Beside NumpyNdarray, BentoML supports a variety of other built-in IO descriptor types under the bentoml.io module. Each type comes with support of type validation and OpenAPI specification generation. For example:

IO Descriptor

Type

Arguments

Schema Type

NumpyNdarray

numpy.ndarray

validate, schema

numpy.dtype

PandasDataFrame

pandas.DataFrame

validate, schema

pandas.DataFrame.dtypes

Json

Python native types

validate, schema

Pydantic.BaseModel

Learn more about other built-in IO Descriptors here.

Composite Types#

The Multipart IO descriptors can be used to group multiple IO Descriptor instances, which allows the API function to accept multiple arguments or return multiple values. Each IO descriptor can be customized with independent schema and validation logic:

import typing as t
import numpy as np
from pydantic import BaseModel

from bentoml.io import NumpyNdarray, Json

class FooModel(BaseModel):
    field1: int
    field2: float
    field3: str

my_np_input = NumpyNdarray.from_sample(np.ndarray(...))

@svc.api(
    input=Multipart(
        arr=NumpyNdarray(schema=np.dtype(int, 4), validate=True),
        json=Json(pydantic_model=FooModel),
    )
    output=NumpyNdarray(schema=np.dtype(int), validate=True),
)
def predict(arr: np.ndarray, json: t.Dict[str, t.Any]) -> np.ndarray:
    ...

Sync vs Async APIs#

APIs can be defined as either synchronous function or asynchronous coroutines in Python. The API we created in the tutorial was a synchronous API. BentoML will intelligently create an optimally sized pool of workers to execute the synchronous logic. Synchronous APIs are simple and capable of getting the job done for most model serving scenarios.
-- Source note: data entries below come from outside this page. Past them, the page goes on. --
import type { SymbolSequence } from '../symbols/sequence.ts';
import { NODE_PARENT, NODE_SECOND, NODE_WORDS } from './context-tree.ts';
import { PairTrainer } from './pair-tree.ts';

/**
 * Shortest code length of a whole sequence, in bits, under any one set of order-k distributions: Σ over contexts of
 * n log2 n − Σ over their symbols of c log2 c.
 *
 * @param startAtMessages  contexts hold start values at each message, else only at the first symbols of the sequence
 */
export function empiricalLengthBits(
  sequence: SymbolSequence,
  order: number,
  startAtMessages: boolean,
): number {
  const trainer = new PairTrainer(sequence.alphabetSize, order, startAtMessages);
  trainer.push(sequence);
  const { tree } = trainer.pairs;
  const { words, nodeCount } = tree;
  const depths = new Uint8Array(nodeCount);
  const sums = new Float64Array(nodeCount);
  let bits = 0;
  for (let node = 1; node < nodeCount; node++) {
    const at = node * NODE_WORDS;
    const parent = words[at + NODE_PARENT];
    depths[node] = depths[parent] + 1;
    const count = words[at + NODE_SECOND];
    if (depths[node] !== order + 1 || count === 0) continue;
    sums[parent] += count;
    bits -= count * Math.log2(count);
  }
  for (const sum of sums) if (sum > 0) bits += sum * Math.log2(sum);
  return Math.max(0, bits);
}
@svc.api(input=NumpyNdarray(), output=NumpyNdarray())
def predict(input_array: np.ndarray) -> np.ndarray:
    result = runner.run(input_array)
    return result

Synchronous APIs fall short when we want to maximize the performance and throughput of the service. Asynchronous APIs are preferred if the processing logic is IO-bound or invokes multiple runners simultaneously. The following async API example calls a remote feature store asynchronously, invokes two runners simultaneously, and returns a combined result.

import aiohttp
import asyncio

# Load two runners for two different versions of the ScikitLearn
# Iris Classifier models we saved before
runner1 = bentoml.sklearn.get("iris_clf:yftvuwkbbbi6zc").to_runner()
runner2 = bentoml.sklearn.get("iris_clf:edq3adsfhzi6zg").to_runner()

@svc.api(input=NumpyNdarray(), output=NumpyNdarray())
async def predict(input_array: np.ndarray) -> np.ndarray:
    # Call a remote feature store to pre-process the request
    async with aiohttp.ClientSession() as session:
        async with session.get('https://features/get', params=input_array[0]) as resp:
            features = get_features(await resp.text())
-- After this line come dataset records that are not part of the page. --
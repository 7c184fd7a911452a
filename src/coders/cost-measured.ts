import type { Lengths } from './contract.ts';
import type { BothEnds, EndCost } from './cost.ts';

/**
 * Code and RAM of exported forms, measured once: the C99 that `export` writes, built with gcc 12 -Os for x86-64; code as `size` tells
 * it, RAM as `-fstack-usage`: the frames of all functions together, in one of which the whole state lies. Tests build the
 * exports anew and hold them to these figures. A smaller device's code differs; its own figures can be put in their place.
 */
type MeasuredForm = BothEnds<Readonly<Record<Lengths, EndCost>>>;

const size = (codeBytes: number, ramBytes: number): EndCost => ({
  flashBytes: 0,
  ramBytes,
  codeBytes,
});

/** Coders with tables of one shape, whatever is in them. */
export const MEASURED = {
  huffman: {
    encoder: { link: size(343, 64), sent: size(343, 64), known: size(232, 64) },
    decoder: { link: size(565, 120), sent: size(540, 112), known: size(353, 96) },
  },
  /** Of one symbol, where none is left over. */
  blocksOfOne: {
    encoder: { link: size(558, 80), sent: size(558, 80), known: size(446, 72) },
    decoder: { link: size(672, 112), sent: size(641, 104), known: size(482, 104) },
  },
  /** Between blocks of two and of three symbols, and words of few lengths and many. */
  blocks: {
    encoder: { link: size(570, 80), sent: size(570, 80), known: size(468, 80) },
    decoder: { link: size(770, 120), sent: size(760, 112), known: size(590, 104) },
  },
  rice: {
    encoder: { link: size(350, 64), sent: size(350, 64), known: size(241, 64) },
    decoder: { link: size(513, 96), sent: size(494, 88), known: size(288, 72) },
  },
  golomb: {
    encoder: { link: size(373, 72), sent: size(373, 72), known: size(266, 72) },
    decoder: { link: size(540, 104), sent: size(513, 96), known: size(315, 80) },
  },
  'exp-golomb': {
    encoder: { link: size(460, 80), sent: size(460, 80), known: size(346, 80) },
    decoder: { link: size(528, 96), sent: size(508, 88), known: size(306, 72) },
  },
  staticEscape: {
    encoder: { link: size(1007, 184), sent: size(1062, 184), known: size(922, 168) },
    decoder: { link: size(1295, 176), sent: size(1304, 176), known: size(1006, 168) },
  },
  staticAdded: {
    encoder: { link: size(1193, 192), sent: size(1240, 192), known: size(1070, 176) },
    decoder: { link: size(1474, 192), sent: size(1490, 192), known: size(1192, 176) },
  },
  /** Without the arrays of a record's parts, which {@link FIELDS_EXTRAS} counts. */
  fields: {
    encoder: { link: size(1364, 192), sent: size(1417, 192), known: size(1299, 192) },
    decoder: { link: size(1582, 200), sent: size(1594, 200), known: size(1368, 192) },
  },
} as const satisfies Readonly<Record<string, MeasuredForm>>;

/** What more `fields` takes where a plan needs it. */
export const FIELDS_EXTRAS = {
  classes: { encoder: size(112, 8), decoder: size(95, 0) },
  beside: { encoder: size(38, 0), decoder: size(54, 0) },
  reversed: { encoder: size(27, 0), decoder: size(18, 0) },
  delta2: { encoder: size(56, 0), decoder: size(58, 0) },
  linear: { encoder: size(492, 48), decoder: size(403, 8) },
  wide: { encoder: size(274, 16), decoder: size(238, 16) },
} as const satisfies Readonly<Record<string, BothEnds<EndCost>>>;

/** Costs of a measured form with tables of so many bytes at each end. */
export function measuredCosts(
  form: MeasuredForm,
  lengths: Lengths,
  flashBytes: BothEnds<number>,
): BothEnds<EndCost> {
  return {
    encoder: { ...form.encoder[lengths], flashBytes: flashBytes.encoder },
    decoder: { ...form.decoder[lengths], flashBytes: flashBytes.decoder },
  };
}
    # Invoke both model runners simultaneously
    results = await asyncio.gather(
        runner1.predict.async_run(input_array, features),
        runner2.predict.async_run(input_array, features),
    )
    return combine_results(results)

The asynchronous API implementation is more efficient because when an asynchronous method is invoked, the event loop is released to service other requests while this request awaits the results of the method. In addition, BentoML will automatically configure the ideal amount of parallelism based on the available number of CPU cores. Further tuning of event loop configuration is not needed under common use cases.